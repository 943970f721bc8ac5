// Pore block and the conductance scaling it drives (Mirams et al. 2011, Cardiovasc Res 91:53–61).
import { describe, expect, test } from 'vitest';
import { planForecast } from '@/lib/science/forecast/plan';
import { poreBlockFraction } from '@/lib/science/forecast/pore-block';
import { parseForecastRequest } from '@/lib/science/forecast/request-schema';

describe('poreBlockFraction', () => {
  // Worked values from CHECK-VALUES.md.
  test.each([
    ['C = IC50', 3, 3, 1, 0.5],
    ['h = 1, C = 10·IC50', 10, 1, 1, 0.909091],
    ['h = 2, C = IC50/3', 1 / 3, 1, 2, 0.1],
    ['C = 0', 0, 1, 1, 0],
  ])('%s → %s', (_label, c, ic50, h, expected) => {
    expect(poreBlockFraction(c, ic50, h)).toBeCloseTo(expected, 6);
  });

  test('infinite concentration blocks fully', () => {
    expect(poreBlockFraction(Number.POSITIVE_INFINITY, 1, 1)).toBe(1);
  });

  test.each([
    [1, 0, 1, 'IC50 must be a positive finite number'],
    [1, -2, 1, 'IC50 must be a positive finite number'],
    [1, 1, 0, 'Hill slope must be a positive finite number'],
    [-1, 1, 1, 'concentration must be ≥ 0'],
    [Number.NaN, 1, 1, 'concentration must be ≥ 0'],
  ])('rejects C = %s, IC50 = %s, h = %s', (c, ic50, h, message) => {
    expect(() => poreBlockFraction(c, ic50, h)).toThrow(message);
  });
});

test('potencies and concentrations give g·(1 − b) per conductance', () => {
  const plan = planForecast(
    parseForecastRequest({
      preset: 'hh-squid-1952',
      potencies: { gNa: { ic50: 2, hill: 1 }, gK: { ic50: 3, hill: 2 } },
      concentrations: [0, 2, 20],
    }),
  );
  expect(plan.conditions.map((c) => c.concentration)).toEqual([0, 2, 20]);
  // gNa: C = IC50 → 0.5; C = 10·IC50, h = 1 → 0.909091. gK: C = 2/3·IC50, h = 2 → 1/(1 + 2.25) = 0.307692.
  expect(plan.conditions[1]!.block.gNa).toBeCloseTo(0.5, 12);
  expect(plan.conditions[2]!.block.gNa).toBeCloseTo(0.909091, 6);
  expect(plan.conditions[1]!.block.gK).toBeCloseTo(1 / (1 + 2.25), 12);
  expect(plan.conditions[0]!.scale).toEqual({ gNa: 1, gK: 1 });
  expect(plan.conditions[1]!.scale.gNa).toBeCloseTo(0.5, 12);
});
----
To do: Reproduce all the entries verbatim, leaving nothing out.

Response area:
repository 943970f721bc8ac5
// Pore block and the conductance scaling it drives (Mirams et al. 2011, Cardiovasc Res 91:53–61).
import { describe, expect, test } from 'vitest';
import { planForecast } from '@/lib/science/forecast/plan';
import { poreBlockFraction } from '@/lib/science/forecast/pore-block';
import { parseForecastRequest } from '@/lib/science/forecast/request-schema';

describe('poreBlockFraction', () => {
  // Worked values from CHECK-VALUES.md.
  test.each([
    ['C = IC50', 3, 3, 1, 0.5],
    ['h = 1, C = 10·IC50', 10, 1, 1, 0.909091],
    ['h = 2, C = IC50/3', 1 / 3, 1, 2, 0.1],
    ['C = 0', 0, 1, 1, 0],
  ])('%s → %s', (_label, c, ic50, h, expected) => {
    expect(poreBlockFraction(c, ic50, h)).toBeCloseTo(expected, 6);
  });

  test('infinite concentration blocks fully', () => {
    expect(poreBlockFraction(Number.POSITIVE_INFINITY, 1, 1)).toBe(1);
  });

  test.each([
    [1, 0, 1, 'IC50 must be a positive finite number'],
    [1, -2, 1, 'IC50 must be a positive finite number'],
    [1, 1, 0, 'Hill slope must be a positive finite number'],
    [-1, 1, 1, 'concentration must be ≥ 0'],
    [Number.NaN, 1, 1, 'concentration must be ≥ 0'],
  ])('rejects C = %s, IC50 = %s, h = %s', (c, ic50, h, message) => {
    expect(() => poreBlockFraction(c, ic50, h)).toThrow(message);
  });
});

test('potencies and concentrations give g·(1 − b) per conductance', () => {
  const plan = planForecast(
    parseForecastRequest({
      preset: 'hh-squid-1952',
      potencies: { gNa: { ic50: 2, hill: 1 }, gK: { ic50: 3, hill: 2 } },
      concentrations: [0, 2, 20],
    }),
  );
  expect(plan.conditions.map((c) => c.concentration)).toEqual([0, 2, 20]);
  // gNa: C = IC50 → 0.5; C = 10·IC50, h = 1 → 0.909091. gK: C = 2/3·IC50, h = 2 → 1/(1 + 2.25) = 0.307692.
  expect(plan.conditions[1]!.block.gNa).toBeCloseTo(0.5, 12);
  expect(plan.conditions[2]!.block.gNa).toBeCloseTo(0.909091, 6);
  expect(plan.conditions[1]!.block.gK).toBeCloseTo(1 / (1 + 2.25), 12);
  expect(plan.conditions[0]!.scale).toEqual({ gNa: 1, gK: 1 });
  expect(plan.conditions[1]!.scale.gNa).toBeCloseTo(0.5, 12);
});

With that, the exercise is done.